If this isn't possible is there still a way to use an LR(0) parser, possibly by altering the grammar to add brackets in the appropriate places?
LR(0) parsers have a weakness in that they can only parse prefix-free languages, languages where no string in the language is a prefix of any other. This generally makes it a bit tricky to parse expressions like these, since something like 5 is a prefix of 5!. This also explains why it's hard to get right-associative operators - given a production like
S → F | F ^ S
the parser will have a shift/reduce conflict after seeing an F because it can't tell whether to extend it or to reduce again.

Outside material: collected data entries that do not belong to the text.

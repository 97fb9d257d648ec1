"""`osculate summary` on an output of `osculate analyze`: its results are summarised as they are."""

from __future__ import annotations

import numpy as np
import pytest
from test_trust import _stop_and_go

pd = pytest.importorskip("pandas")
pytest.importorskip("pyarrow")


@pytest.fixture(scope="module")
def log(tmp_path_factory):
    # Two invented stop-and-go vehicles (tests/test_trust.py), rows interleaved in time order.
    rows = []
    for vid, seed in (("a", 1), ("b", 2)):
        t, x, _, _ = _stop_and_go(np.random.default_rng(seed))
        rows.append(pd.DataFrame({"t": t, "x": x[:, 0], "y": x[:, 1], "vehicle": vid}))
    folder = tmp_path_factory.mktemp("summary")
    src = folder / "log.csv"
    pd.concat(rows).sort_values("t", kind="stable").to_csv(src, index=False)
    return folder, src


def test_summary_of_an_analyze_output_uses_its_columns(log, capsys):
    from osculate.cli import main

    folder, src = log
    where = ["--time", "t", "--position", "x,y", "--track", "vehicle"]
    out, done, raw = folder / "out.parquet", folder / "done.csv", folder / "raw.csv"
    assert main(["analyze", str(src), *where, "--method", "smooth", "-o", str(out), "-q"]) == 0
    assert main(["summary", str(out), *where, "-o", str(done)]) == 0
    assert "summarising the results already in" in capsys.readouterr().err
    assert main(["summary", str(src), *where, "--method", "smooth", "-o", str(raw), "-q"]) == 0
    a, b = pd.read_csv(done, index_col=0), pd.read_csv(raw, index_col=0)
    assert list(a.columns[: len(b.columns)]) == list(b.columns)[: len(a.columns)]
    # The same per-sample values go in: the turning angle (a sum over them) agrees to rounding
    # (1e-12 relative), the stop count exactly.
    np.testing.assert_allclose(a["turning_angle"], b["turning_angle"], rtol=1e-12)
    np.testing.assert_array_equal(a["stops"], b["stops"])
    # Extremes use 3-sample stretches instead of the bandwidth's: the smallest radius stays
    # within 5 % of the recomputed one (measured 1–2 %; the truth is 20 m).
    np.testing.assert_allclose(a["min_radius"], b["min_radius"], rtol=0.05)


def test_recompute_ignores_the_result_columns(log, capsys):
    from osculate.cli import main

    folder, src = log
    where = ["--time", "t", "--position", "x,y", "--track", "vehicle"]
    out, again, raw = folder / "out2.parquet", folder / "again.csv", folder / "raw2.csv"
    assert main(["analyze", str(src), *where, "--method", "smooth", "-o", str(out), "-q"]) == 0
    args = [*where, "--method", "smooth", "-q"]
    assert main(["summary", str(out), *args, "--recompute", "-o", str(again)]) == 0
    assert main(["summary", str(src), *args, "-o", str(raw)]) == 0
    # Recomputed from the same positions: the same table (to 1e-12; same kernels).
    a, b = pd.read_csv(again, index_col=0), pd.read_csv(raw, index_col=0)
    np.testing.assert_allclose(a["min_radius"], b["min_radius"], rtol=1e-12)
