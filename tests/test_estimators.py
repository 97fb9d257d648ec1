"""Spline, smoothing-spline and local-polynomial estimators against reference implementations."""

import numpy as np
import osculate as osc
import pytest
from conftest import helix
from scipy.interpolate import BSpline, CubicSpline, make_smoothing_spline
from scipy.signal import savgol_filter
from scipy.spatial.transform import Rotation


@pytest.fixture
def uneven(rng):
    t = np.cumsum(rng.uniform(0.05, 0.3, 60))
    x = np.column_stack([np.sin(t), np.cos(1.7 * t) + 0.1 * t, rng.normal(0, 0.1, 60)])
    return t, x


@pytest.mark.parametrize("bc", ["not-a-knot", "natural", "clamped"])
def test_spline_matches_scipy_cubic_spline(uneven, rng, bc):
    # Reference: scipy.interpolate.CubicSpline with the same end conditions; values and 1st–3rd
    # derivatives at random times inside and at the samples, 1e-10 relative to each scale.
    t, x = uneven
    kw, scipy_bc = {}, bc
    if bc == "clamped":
        v = np.array([[1.0, -0.5, 0.2], [0.3, 0.0, -1.0]])
        kw["bc_velocity"] = v
        scipy_bc = ((1, v[0]), (1, v[1]))
    ref = CubicSpline(t, x, bc_type=scipy_bc)
    path = osc.fit(t, x, method="spline", bc=bc, **kw)
    tq = np.concatenate([t, rng.uniform(t[0], t[-1], 200)])
    for nu in range(4):
        want = ref(tq, nu)
        np.testing.assert_allclose(path(tq, nu), want, rtol=1e-10, atol=1e-10 * np.abs(want).max())
    k = osc.kinematics(t, x, method="spline", bc=bc, **kw)
    np.testing.assert_allclose(k.velocity, ref(t, 1), rtol=1e-10, atol=1e-10)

This is related to the prefix-free property mentioned earlier.
This weakness of LR(0) is one of the reasons why people don't use it much in practice. SLR(1) and LALR(1) parsers can usually parse these grammars because they have a token of lookahead that lets them decide whether to shift or reduce. In the above case, the parsers wouldn't encounter shift/reduce conflicts because when deciding whether to reduce an F or shift a ^, they can see to shift the ^ because there's no correct string where a ^ should appear after an S.